Je suis chirurgien de formation. J’estime que la qualité première d’un chirurgien est la gestion du risque. Lorsqu’il est grand, voire imminent, la situation devient exceptionnelle et le ton peut changer. Il est vrai que nous raisonnons sur le temps long. Cependant, les événements dramatiques de janvier nous ont frappés en plein cœur. Des Français ont tué des Français. Nous avons atteint là une limite de ce qui est supportable pour notre cohésion sociétale. Accepter plus, c’est le cautionner.
Le journal local « Angers Magazine » vous présente comme un« notable », terme que vous semblez ne pas récuser. Vous pensez qu’être « dans » le système n’est plus la bonne solution... Dans une interview accordée en  2009 à un site Internet*, vous disiez pourtant : il faut entrer en politique...
Cela fait sept ans que je suis conseiller municipal et cela fait sept ans que je vois notre société se déliter sans pouvoir influencer sur le cours des événements. L’organe n’engendre pas forcément la fonction. Un élu de la République doit se considérer comme garant de nos valeurs républicaines et de la bonne application de notre Constitution et de la Déclaration des Droits de l’Homme et du Citoyen. Les élus ne doivent servir d’alibi à un État qui demande à ses citoyens d’appliquer et de respecter l’ensemble de ces valeurs quand lui-même ne le fait pas. Ces dernières semaines post-attentats en sont la démonstration même, avec un « patriot act » qui ne dit pas son nom.
Vous avez réussi médecine et vous vous êtes spécialisé en chirurgie urologique. Le fait d’être de confession musulmane a-t-il été un frein et depuis un mois, vous a-t-on stigmatisé ?
Globalement, non. Le fait d’être musulman ne m’a pas plus freiné qu’un autre. J’ai eu quelques rencontres au sein de la profession qui étaient clairement teintées d’islamophobie ou de racisme anti-arabe, mais les heureuses rencontres, dont certaines se sont transformées en belles amitiés, ont été beaucoup plus nombreuses. La vie n’est un long fleuve tranquille pour aucun de nous. Depuis un mois, (je n’ai subi) absolument aucun incident et même (au contraire) quelques marques de solidarités spontanées très touchantes. Ceci illustre bien mes propos : le problème n’est pas le peuple de France mais bien son État qui n’est tout simplement pas à la hauteur du peuple dont il a la responsabilité des affaires.
Force est de constater que cet État qui est particulièrement exigeant avec ses citoyens l’est beaucoup moins avec lui-même et ce ne sont pas les résultats du chômage ou bien sa gestion de la politique de la santé qui me contredira. Concernant la gestion de la place de l’islam de France, le même constat d’échec est à faire. Le peuple est souverain et l’unique raison d’être de l’État est de le servir dans le respect des valeurs républicaines. Malheureusement, beaucoup trop de nos concitoyens, musulmans ou non d’ailleurs, ne sont pas logés à cette enseigne.
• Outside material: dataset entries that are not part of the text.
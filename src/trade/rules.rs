//! Rules that reject a combination before anything is ranked, each with a name.
//!
//! Pressures are compared absolute. A rating written gauge in the parts file is
//! referred to sea-level standard atmosphere (ratings are bench figures); the
//! regulated pressure a valve sees is the working set pressure above the highest
//! ambient of the flight states (the regulator holds its set pressure above local
//! ambient, so the manifold is highest on the ground). The tank pressure is the
//! fill pressure at the layout's fill temperature (from the equation of state for
//! a fill by mass).

use super::catalogue::Catalogue;
use super::combine::Choice;
use crate::model::Design;
use serde::Serialize;

/// The rules, in the order they are checked and listed.
#[derive(Debug, Clone, Copy, PartialEq, Eq, PartialOrd, Ord, Hash, Serialize)]
#[serde(rename_all = "kebab-case")]
pub enum Rule {
    /// The tank's outer diameter is larger than the body tube's inner diameter.
    TankFit,
    /// The tank is rated below its fill pressure.
    TankRating,
    /// The regulator (the first stage of a chain) is rated below the tank pressure at its inlet.
    RegulatorInletRating,
    /// A chain's working stage is rated below the first stage's outlet pressure.
    ChainInletRating,
    /// A chain's first stage delivers less than the working stage needs (set pressure plus dropout margin).
    ChainIntermediate,
    /// The working set pressure is outside the regulator's adjustable range.
    SetPressureRange,
    /// The fill pressure is not above what the regulator needs at its inlet: no gas is usable.
    FillBelowRegulator,
    /// The valve is rated below the regulated pressure it sees.
    ValveRating,
    /// Every valve open at once draws more coil current than the supply limit.
    CoilCurrent,
    /// The analysis itself could not be made (a flow or a supply that cannot be solved).
    Analysis,
}

impl Rule {
    /// Short name, as in the README and the JSON.
    pub fn name(self) -> &'static str {
        match self {
            Rule::TankFit => "tank-fit",
            Rule::TankRating => "tank-rating",
            Rule::RegulatorInletRating => "regulator-inlet-rating",
            Rule::ChainInletRating => "chain-inlet-rating",
            Rule::ChainIntermediate => "chain-intermediate",
            Rule::SetPressureRange => "set-pressure-range",
            Rule::FillBelowRegulator => "fill-below-regulator",
            Rule::ValveRating => "valve-rating",
            Rule::CoilCurrent => "coil-current",
            Rule::Analysis => "analysis",
        }
    }
}

/// One broken rule, with the numbers behind it in words.
#[derive(Debug, Clone, PartialEq, Serialize)]
pub struct Breach {
    /// Which rule.
    pub rule: Rule,
    /// What was compared, with units.
    pub detail: String,
}

/// The pressures the rules compare, worked out once per design.
#[derive(Debug, Clone, Copy, PartialEq)]
pub struct Pressures {
    /// Tank pressure at fill, Pa absolute.
    pub tank_pa: f64,
    /// Highest ambient among the flight states, Pa.
    pub ground_ambient_pa: f64,
}

fn bara(pa: f64) -> String {
    format!("{:.1} bara", pa / 1e5 + 0.0)
}

/// Every rule the combination breaks, in [`Rule`] order (empty: accepted so far;
/// the analysis may still add [`Rule::Analysis`]).
pub fn check(
    design: &Design,
    cat: &Catalogue,
    choice: &Choice,
    pressures: &Pressures,
) -> Vec<Breach> {
    let mut out = Vec::new();
    let mut breach = |rule, detail: String| out.push(Breach { rule, detail });
    let v = &cat.valves[choice.valve];
    let r = &cat.regulators[choice.regulator];
    let t = &cat.tanks[choice.tank];
    let set = cat.set_pressures_gauge_pa[choice.set_pressure];
    let amb = pressures.ground_ambient_pa;
    let tank = pressures.tank_pa;
    if t.diameter_m > design.airframe.inner_diameter_m {
        breach(
            Rule::TankFit,
            format!(
                "tank `{}` is {:.1} mm across; the body tube is {:.1} mm inside",
                t.name,
                t.diameter_m * 1e3,
                design.airframe.inner_diameter_m * 1e3
            ),
        );
    }
    if t.rated_pressure_pa < tank {
        breach(
            Rule::TankRating,
            format!(
                "tank `{}` is rated {}; it is filled to {}",
                t.name,
                bara(t.rated_pressure_pa),
                bara(tank)
            ),
        );
    }
    let inlet_rating = r
        .first_stage
        .as_ref()
        .map_or(r.rated_inlet_pa, |f| f.rated_inlet_pa);
    if inlet_rating < tank {
        breach(
            Rule::RegulatorInletRating,
            format!(
                "regulator `{}` inlet is rated {}; the tank is at {}",
                r.name,
                bara(inlet_rating),
                bara(tank)
            ),
        );
    }
    let need_working = set + amb + r.dropout_margin_pa;
    if let Some(f) = &r.first_stage {
        let intermediate = f.set_pressure_gauge_pa + amb;
        if r.rated_inlet_pa < intermediate {
            breach(
                Rule::ChainInletRating,
                format!(
                    "the working stage of `{}` is rated {} at its inlet; the first stage delivers {}",
                    r.name,
                    bara(r.rated_inlet_pa),
                    bara(intermediate)
                ),
            );
        }
        if intermediate < need_working {
            breach(
                Rule::ChainIntermediate,
                format!(
                    "the first stage of `{}` delivers {}; the working stage needs {} (set pressure plus dropout margin)",
                    r.name,
                    bara(intermediate),
                    bara(need_working)
                ),
            );
        }
    }
    // A relative 1e-9 keeps a set pressure written exactly at a range end inside
    // it despite the unit conversion's rounding.
    let slack = 1e-9 * r.set_max_gauge_pa.abs();
    if set < r.set_min_gauge_pa - slack || set > r.set_max_gauge_pa + slack {
        breach(
            Rule::SetPressureRange,
            format!(
                "set pressure {} is outside `{}`'s range {} to {}",
                super::combine::psig(set),
                r.name,
                super::combine::psig(r.set_min_gauge_pa),
                super::combine::psig(r.set_max_gauge_pa)
            ),
        );
    }
    let need_inlet = match &r.first_stage {
        Some(f) => (f.set_pressure_gauge_pa + amb + f.dropout_margin_pa).max(need_working),
        None => need_working,
    };
    if tank <= need_inlet {
        breach(
            Rule::FillBelowRegulator,
            format!(
                "the tank is filled to {}; the regulator needs more than {} at its inlet",
                bara(tank),
                bara(need_inlet)
            ),
        );
    }
    if v.rated_pressure_pa < set + amb {
        breach(
            Rule::ValveRating,
            format!(
                "valve `{}` is rated {}; the regulated manifold is at {} on the ground",
                v.name,
                bara(v.rated_pressure_pa),
                bara(set + amb)
            ),
        );
    }
    if let Some(limit) = cat.coil_supply_limit_a {
        let peak = v.coil_current_a * design.ports.len() as f64;
        if peak > limit {
            breach(
                Rule::CoilCurrent,
                format!(
                    "{} valves of `{}` draw {:.2} A together; the supply gives {:.2} A",
                    design.ports.len(),
                    v.name,
                    peak,
                    limit
                ),
            );
        }
    }
    out
}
Au bout du compte, ce que nous demandons est plus de valeurs républicaines et plus de laïcité sur le maximum de territoires de notre pays et pour le plus grand nombre de nos concitoyens.
Parleriez-vous d’un apartheid médical comme vous parlez d’un apartheid médiatique et politique dans votre tribune ?
En aucun cas. La médecine est ce territoire où la vie et le respect de l’être humain prennent tout leur sens. Pour avoir pratiqué régulièrement à l’étranger, j’ai pu constater que la médecine française est une des meilleures du monde. Une médecine d’une telle qualité ne peut en aucun cas être le fruit d’une mentalité d’apartheid.